Dans le foin, Cécile ne bougeait plus. Et les autres, malgré leur désir de détourner les yeux, ne le pouvaient pas, regardaient quand même.

C'était la vision rouge de la révolution qui les emporterait tous, fatalement, par une soirée sanglante de cette fin de siècle. Oui, un soir, le peuple lâché, débridé, galoperait ainsi sur les chemins ; et il ruissellerait du sang des bourgeois.

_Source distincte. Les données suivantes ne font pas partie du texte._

import { toDouble } from '../../exact/index.ts';
import type { PlainNetwork } from './plain-network.ts';
import { changeOf, dimension } from './plain-network.ts';

/** Coefficients by product of unknowns. */
type Polynomial = Map<string, number>;

/** One way in which a species enters a rate: N[row] · unknown · weight. */
export interface Entry {
  readonly column: number;
  readonly unknown: number;
  readonly coefficient: number;
}

/** Steps of one expansion, and numbers up to which doubles are exact. */
const MOST_STEPS = 1_500_000;
const LARGEST = 2 ** 50;

/** Signs met among the coefficients of a polynomial. */
export interface Signs {
  readonly positive: boolean;
  readonly negative: boolean;
}

/**
 * The signs of all coefficients of the sum of the principal s-minors of a matrix whose entries are linear forms in
 * unknowns, s the rank: the determinant on the stoichiometric subspace, times the unknown sizes of the species, which are
 * kept apart. Rows are expanded one by one or left out together with their column, with memory over the columns used and
 * the rows left out. Null beyond the limits.
 */
export function signsOfMinors(rows: readonly (readonly Entry[])[], size: number): Signs | null {
  const species = rows.length;
  if (species > MOST_SPECIES) return null;
  let steps = 0;
  let layer = new Map<number, Polynomial>([[0, new Map([['', 1]])]]);
  for (const [row, entries] of rows.entries()) {
    const next = new Map<number, Polynomial>();
    for (const [key, polynomial] of layer) {
      const used = key % COLUMNS;
      const left = (key - used) / COLUMNS;
      if (bitsOf(left) < species - size && !(used & (1 << row))) {
        next.set(key + COLUMNS * 2 ** row, polynomial);
        steps += 1;
      }
      for (const { column, unknown, coefficient } of entries) {
        if ((used | left) & (1 << column)) continue;
        const signed = bitsOf(used >> (column + 1)) % 2 === 0 ? coefficient : -coefficient;
        const target = next.get(key + 2 ** column) ?? new Map<string, number>();
        next.set(key + 2 ** column, target);
        for (const [monomial, value] of polynomial) {
          if (++steps > MOST_STEPS) return null;
          const product = withUnknown(monomial, unknown);
          const sum = (target.get(product) ?? 0) + signed * value;
          if (Math.abs(sum) > LARGEST) return null;
          target.set(product, sum);
        }
      }
    }
    layer = next;
  }
  let positive = false;
  let negative = false;
  for (const [key, polynomial] of layer) {
    const used = key % COLUMNS;
    // Exactly the columns of the rows that were not left out.
    if (used + (key - used) / COLUMNS !== 2 ** species - 1) continue;
    for (const value of polynomial.values()) {
      if (value > 0) positive = true;
      if (value < 0) negative = true;
    }
  }
  return { positive, negative };
}

const MOST_SPECIES = 26;
const COLUMNS = 2 ** MOST_SPECIES;

function bitsOf(bits: number): number {
  let count = 0;
  for (let rest = bits; rest > 0; rest >>= 1) count += rest & 1;
  return count;
}

/** The monomial times one more unknown: unknowns are letters, kept in order. */
function withUnknown(monomial: string, unknown: number): string {
  const letter = String.fromCharCode(unknown + 1);
  let at = monomial.length;
  while (at > 0 && monomial[at - 1]! > letter) at--;
  return monomial.slice(0, at) + letter + monomial.slice(at);
}

/** Which unknowns the rates of a network carry: one for each arrow, or one for each arrow and reactant. */
export type UnknownsBy = 'arrow' | 'arrow and reactant';

/** N diag(κ) B, or N Z with any positive Z of the pattern of B, as rows of entries; null with coefficients that are fractions. */
export function jacobianEntries(plain: PlainNetwork, by: UnknownsBy): Entry[][] | null {
  const rows: Entry[][] = plain.species.map(() => []);
  const seen = new Set<string>();
  for (const [index, reaction] of plain.reactions.entries()) {
    const key = `${reaction.from} ${reaction.to}`;
    if (seen.has(key)) continue;
    seen.add(key);
    for (const [name, amount] of changeOf(plain, reaction)) {
      for (const [reactant, molecules] of plain.complexes[reaction.from]!) {
        if (amount.denominator !== 1n || molecules.denominator !== 1n) return null;
        const column = plain.species.indexOf(reactant);
        rows[plain.species.indexOf(name)]!.push({
          column,
          unknown: by === 'arrow' ? index : index * plain.species.length + column,
          coefficient: toDouble(amount) * (by === 'arrow' ? toDouble(molecules) : 1),
        });
      }
    }
  }
  return rows;
}

/** The rank of the stoichiometric matrix. */
export function rankOf(plain: PlainNetwork): number {
  return dimension(plain.reactions.map((reaction) => changeOf(plain, reaction)));
}

/** The entries of N diag(Σ λ_r E_r) B, for fluxes E_r by arrow "from to". */
export function fluxEntries(
  plain: PlainNetwork,
  rays: readonly ReadonlyMap<string, number>[],
): Entry[][] | null {
  const plainEntries = jacobianEntries(plain, 'arrow');
  return (
    plainEntries?.map((row) =>
      row.flatMap(({ column, unknown, coefficient }) => {
        const { from, to } = plain.reactions[unknown]!;
        return rays.flatMap((ray, r) => {
          const value = ray.get(`${from} ${to}`) ?? 0;
          return value === 0 ? [] : [{ column, unknown: r, coefficient: coefficient * value }];
        });
      }),
    ) ?? null
  );
}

ÉMILE ZOLA, Germinal, Partie V, chapitre 5, 1885.

Question

1. Que décrit le texte ?

Question

2. Relevez plusieurs détails soulignant la misère des ouvriers.

Question

3. Les bourgeois semblent-ils comprendre les grévistes ? Illustrez votre réponse de citations du texte.

Question

4. Relevez des références à la Révolution française. Quel est l'effet produit ?

Question

5. De quel registre relève ce texte ?

Question

6. a Quel est le sens du dernier paragraphe ?

Question

6. b De qui le narrateur est-il la voix ?

Question

6. c Les verbes du dernier paragraphe sont conjugués au conditionnel. Quelle et la valeur de ce mode ici ?

Question

7. a D'où la scène est-elle racontée ?

Question

7. b A quels personnages devrait-on donc s'identifier ?

Question

7. c Est-ce le cas ? Expliquez.

Rappel : Réalisme

Le mouvement réaliste s'oppose au romantisme, à ses exagérations. Les écrivains réalistes veulent décrire de la manière la plus juste possible la société de leur époque. En amont de la rédaction de Germinal, Émile Zola lit beaucoup, visite un coron, s'entretient avec les travailleurs, descend dans une mine. La documentation qu'il rassemble est constituée de 1000 feuillets. Plusieurs descriptions du roman sont les retranscriptions exactes de ses observations.

Question

8. Cet extrait est-il une bonne illustration du projet réaliste ? Proposez une réponse nuancée.

A retenir

Cet extrait est réaliste dans la mesure où il n'enjolive pas la réalité, il n'idéalise pas les mineurs « vieilles affreuses » aux « cous décharnés ». Cette vision horrible s'oppose au point de vue des bourgeois, qui y voient un spectacle de l'horreur. Il s'agit de deux mondes qui s'affrontent. C'est la naissance du capitalisme. La vision naturaliste du récit montre l'enchaînement des actions, qui mène au massacre, car les mineurs n'ont plus rien à perdre, c'est comme une expérimentation sociale.